The evaluation of MathCoder encompasses five datasets, comprising two in-domain datasets, MATH and GSM8K, and three out-of-domain datasets, Mathematics, Simple Variations on Arithmetic Math Word Problems (SVAMP), and SimulEq. GSM8K and MATH are considered in-domain due to their utilization in supervised fine-tuning, whereas Mathematics, SVAMP, and SimulEq remain out-of-domain as they are not used in fine-tuning. These datasets span various mathematical challenges from elementary to collegiate levels, covering subjects such as geometry, formal logic, and commonsense reasoning. The selection aims to comprehensively assess model generalization across diverse mathematical fields and unfamiliar scenarios.
Unveiling MathCoder's performance
In the current study, MathCoders are compared with various competitive benchmarks, encompassing closed-source and open-source models. To enhance performance, the baselines employ CoT prompting and few-shot in-context learning, while MathCoders are assessed in a zero-shot setting without additional prompts.
Comparing with State-of-the-Art Open-Source Models: The results reveal MathCoder's superiority over other open-source math-solving models, achieving state-of-the-art (SOTA) performance across all datasets. Nevertheless, a significant performance gap persists when compared to the SOTA closed-source technique, GPT-4 Code Interpreter. Notable findings include MathCoder-L-7B outperforming WizardMath-70B on three of five datasets, highlighting the advantages of incorporating LCE blocks in solutions. Moreover, CodeLlama-34B models based on Llama-2-70B exhibit superiority over CodeLlama-34B models, in contrast to concurrent discoveries.

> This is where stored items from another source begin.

"""The exponential background's bin fractions and their slope derivative at steep slopes.

Sources: the exact fractions of exp(b t) on t in [-1, 1] by mpmath at 50 digits (the
integral e^{bt}/b written out, its b derivative by hand; b = 0 as the limit), from the
same doubles the code is given; for the fits, an extended binned Poisson NLL (Baker and
Cousins, Nucl. Instrum. Meth. 221 (1984) 437, eq. 11) minimised by iminuit (MIGRAD, HESSE)
with the fractions written here from the falling end, ``e^{b(t_i + 1)} expm1(b dt) /
expm1(2b)``.

Until 2026-12-05 the fractions were differences of the CDF from the window's lower end,
wrong in every digit beyond b ~ -20 (tested here: 1e-3 relative at b = -15, 300 % at
-25), which left a steep fall's fit with a non-invertible Hessian.
"""

from __future__ import annotations

import itertools

import mpmath as mp
import numpy as np
import pytest
from iminuit import Minuit

import peaksift
from peaksift.likelihood.kernels import edge_kernel
from peaksift.shapes import Exponential
from peaksift.shapes.compiled_exponential import exponential_rows

SLOPES = [-40.0, -25.0, -15.0, -5.0, -1e-8, 0.0, 1e-8, 5.0, 15.0, 25.0]
WINDOW = (100.0, 300.0)


def _binnings():
    lo, hi = WINDOW
    rng = np.random.default_rng(4)
    widths = rng.uniform(0.5, 1.5, 60)
    ragged = lo + (hi - lo) * np.concatenate([[0.0], np.cumsum(widths) / widths.sum()])
    ragged[-1] = hi
    return {
        "7 bins": np.linspace(lo, hi, 8),
        "100 bins": np.linspace(lo, hi, 101),
        "1000 bins": np.linspace(lo, hi, 1001),
        "ragged": ragged,                                  # unequal widths
        "geometric": np.geomspace(lo, hi, 81),
        "beyond": np.linspace(lo - 20.0, hi + 20.0, 125),  # clipped to the window
    }


def _exact(t, b, window=None):
    """mpmath: bin fractions F_i of exp(b t) over edges ``t`` (doubles, taken exactly) on
    [-1, 1], and dF_i/db; with ``window``, ``t`` are masses (clipped to it) scaled there
    exactly.  P(t) = int_{-1}^t e^{bu} du = (e^{bt} - e^{-b})/b,
    dP/db = e^{bt}(t/b - 1/b^2) + e^{-b}(1/b + 1/b^2); b = 0: t + 1 and (t^2 - 1)/2."""
    with mp.workdps(50):
        b = mp.mpf(b)
        ts = [mp.mpf(float(v)) for v in t]
        if window is not None:
            lo, hi = (mp.mpf(v) for v in window)
            ts = [(min(max(v, lo), hi) - (lo + hi) / 2) / ((hi - lo) / 2) for v in ts]

        def prim(v):
            return v + 1 if b == 0 else (mp.exp(b * v) - mp.exp(-b)) / b

        def dprim(v):
            if b == 0:
                return (v * v - 1) / 2
            return mp.exp(b * v) * (v / b - 1 / b**2) + mp.exp(-b) * (1 / b + 1 / b**2)

        z, dz = prim(mp.mpf(1)), dprim(mp.mpf(1))
        f = [(prim(c) - prim(a)) / z for a, c in itertools.pairwise(ts)]
        g = [((dprim(c) - dprim(a)) - (prim(c) - prim(a)) * dz / z) / z
             for a, c in itertools.pairwise(ts)]
        return np.array([float(v) for v in f]), np.array([float(v) for v in g])


def _check(frac, grad, want_f, want_g, tol, label):
    """Every fraction to ``tol`` relative; every derivative to ``tol`` of |dF/db| + F (the
    derivative F (mean of t in the bin - mean in the window) crosses 0 inside the window,
    where its own digits are those of a t-difference times F)."""
    keep = want_f > 0  # (bins clipped to zero width beyond the window)
    np.testing.assert_array_equal(frac[~keep], 0.0)
    rel = np.abs(frac[keep] / want_f[keep] - 1.0)
    assert rel.max() <= tol, (label, rel.max())
    dg = np.abs(grad[keep] - want_g[keep]) / (np.abs(want_g[keep]) + want_f[keep])
    assert dg.max() <= tol, (label, dg.max())


@pytest.mark.parametrize("b", SLOPES)
def test_fractions_and_slope_derivative_against_mpmath(b):
    """``Exponential.fractions_and_grad`` (numpy), ``bin_fractions`` and the compiled rows
    (stacked slopes, ``exponential_rows``): mpmath at 50 digits on t as the code computes
    from the edges (seen: <= 2e-14); tolerance 1e-12 relative."""
    shape = Exponential()
    for name, edges in _binnings().items():
        want_f, want_g = _exact(edges, b, WINDOW)
        frac, grad = shape.fractions_and_grad(edges, [b], WINDOW)
        _check(frac, grad[0], want_f, want_g, 1e-12, name)
        np.testing.assert_array_equal(shape.bin_fractions(edges, [b], WINDOW), frac)
        rows, drows = shape.fractions_and_grad(edges, [np.array([[b], [b]])], WINDOW)
        for r in range(2):
            _check(rows[r], drows[0, r], want_f, want_g, 1e-12, name)
        # the kernel on the window-scaled edges and widths it is given (row_inputs')
        _, tk, dtk, _, _ = shape.row_inputs(edges, WINDOW)
        f1, g1 = np.empty((1, tk.size - 1)), np.empty((1, tk.size - 1))
        assert exponential_rows(tk, dtk, np.array([b]), f1, g1)
        _check(f1[0], g1[0], want_f, want_g, 1e-12, name)


@pytest.mark.parametrize("b", SLOPES)
def test_fit_edge_rows_against_mpmath(b):
    """The fit's compiled edge kernel (``edge_kernel``): the differences of its rows are
    the fractions and derivatives the cost uses.  Against mpmath on the kernel's own t:
    each row's value to 1e-12 relative (each exact to rounding; the reference's sums in
    doubles add < 1e-13), their differences to 2e-12 relative (a difference of rows loses
    eps times the rows' ratio to the fraction, up to ~1000 here: 5e-13 seen at 1000 bins;
    no longer e^{|b|} eps)."""
    for name, edges in _binnings().items():
        if name == "beyond":
            continue  # the cost's edges are the window's bins
        kern = edge_kernel(Exponential(), edges, WINDOW)
        t = kern.data[0]
        out = np.empty((2, t.size))
        assert kern([b], out)
        want_f, want_g = _exact(t, b)
        _check(np.diff(out[0]), np.diff(out[1]), want_f, want_g, 2e-12, name)
        # each row's value: the share beyond the edge away from the dense end (signed)
        far = want_f[::-1].cumsum()[::-1] if b <= 0 else want_f.cumsum()
        row = -out[0, :-1] if b <= 0 else out[0, 1:]
        np.testing.assert_allclose(row, far, rtol=1e-12, atol=0, err_msg=name)


def _falling(edges, b):
    """Bin fractions of exp(b t), t in [-1, 1] on WINDOW, written from the falling end
    (b < 0): e^{b(t_i + 1)} expm1(b dt_i) / expm1(2b), no difference of close numbers."""
    t = (edges - 200.0) / 100.0
    return np.exp(b * (t[:-1] + 1.0)) * np.expm1(b * np.diff(t)) / np.expm1(2.0 * b)


def _poisson_nll(n, edges):
    def nll(y, b):
        mu = np.maximum(y * _falling(edges, b), 1e-300)
        return float(np.sum(mu - n * np.log(mu)))
    return nll


@pytest.mark.parametrize("b_true", [-30.0, -20.0])
def test_steep_fall_fit_against_iminuit(b_true):
    """Poisson toys of a steep exponential (1e5 events, 100 bins; the last bins expect
    ~e^{2b} of the first): peaksift.fit (background only) valid, with slope and yield
    within 1e-3 of an error of iminuit's minimum of the NLL written here and the errors
    within 1e-3 relative of HESSE's (its minimum is good to ~1e-4 of an error, its
    numerical second derivatives to ~1e-5)."""
    edges = np.linspace(*WINDOW, 101)
    rng = np.random.default_rng(3)
    for _ in range(3):
        n = rng.poisson(1e5 * _falling(edges, b_true)).astype(float)
        m = Minuit(_poisson_nll(n, edges), y=n.sum(), b=b_true)
        m.errordef = Minuit.LIKELIHOOD
        m.strategy = 2
        m.tol = 1e-6
        m.limits["b"] = (-59.0, -1.0)
        m.migrad()
        m.hesse()
        assert m.valid
        res = peaksift.fit((n, edges), "gaussian", "exponential", WINDOW,
                           fixed={"signal_yield": 0.0})
        assert res.valid, res.problems
        for ours, theirs in (("b1", "b"), ("background_yield", "y")):
            assert abs(res.values[ours] - m.values[theirs]) <= 1e-3 * m.errors[theirs]
            assert res.errors[ours] == pytest.approx(m.errors[theirs], rel=1e-3)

Comparison Between CodeLlama and Llama-2: Experimental results emphasize the substantial enhancements achieved by MathCoder-CL when using CodeLlama as the base model in contrast to MathCoder-L with Llama-2. MathCoder-CL-7B and MathCoder-CL-13B demonstrate accuracy improvements of 4.1 percent and 3.0 percent, respectively. The extended code data training of CodeLlama is credited for its improved coding and reasoning capabilities, particularly in coding-related tasks and advanced mathematical reasoning.
Comparison Between Subjects and Levels: A performance comparison across different subjects and difficulty levels in the MATH dataset is presented. MathCoder excels in algebra and pre-algebra problems but faces challenges in geometry problems, especially those with higher difficulty levels. This underscores the significant role of code in computationally intensive questions.
Conclusion
In summary, researchers introduced MathCoder, an open-source language model for math reasoning. It leverages GSM8K and MATH datasets with GPT-4 to generate problems encompassing reasoning, code generation, and execution. Customized, supervised fine-tuning focuses on natural language and code. MathCoder achieves SOTA results among open-source models, surpassing closed-source models such as ChatGPT-3.5 and PaLM-2. However, it has limitations, relying on GPT-4 and facing challenges in solving theorem-proving and complex geometry problems, areas for future research.
*Important notice: arXiv publishes preliminary scientific reports that are not peer-reviewed and, therefore, should not be regarded as definitive, used to guide development decisions, or treated as established information in the field of artificial intelligence research.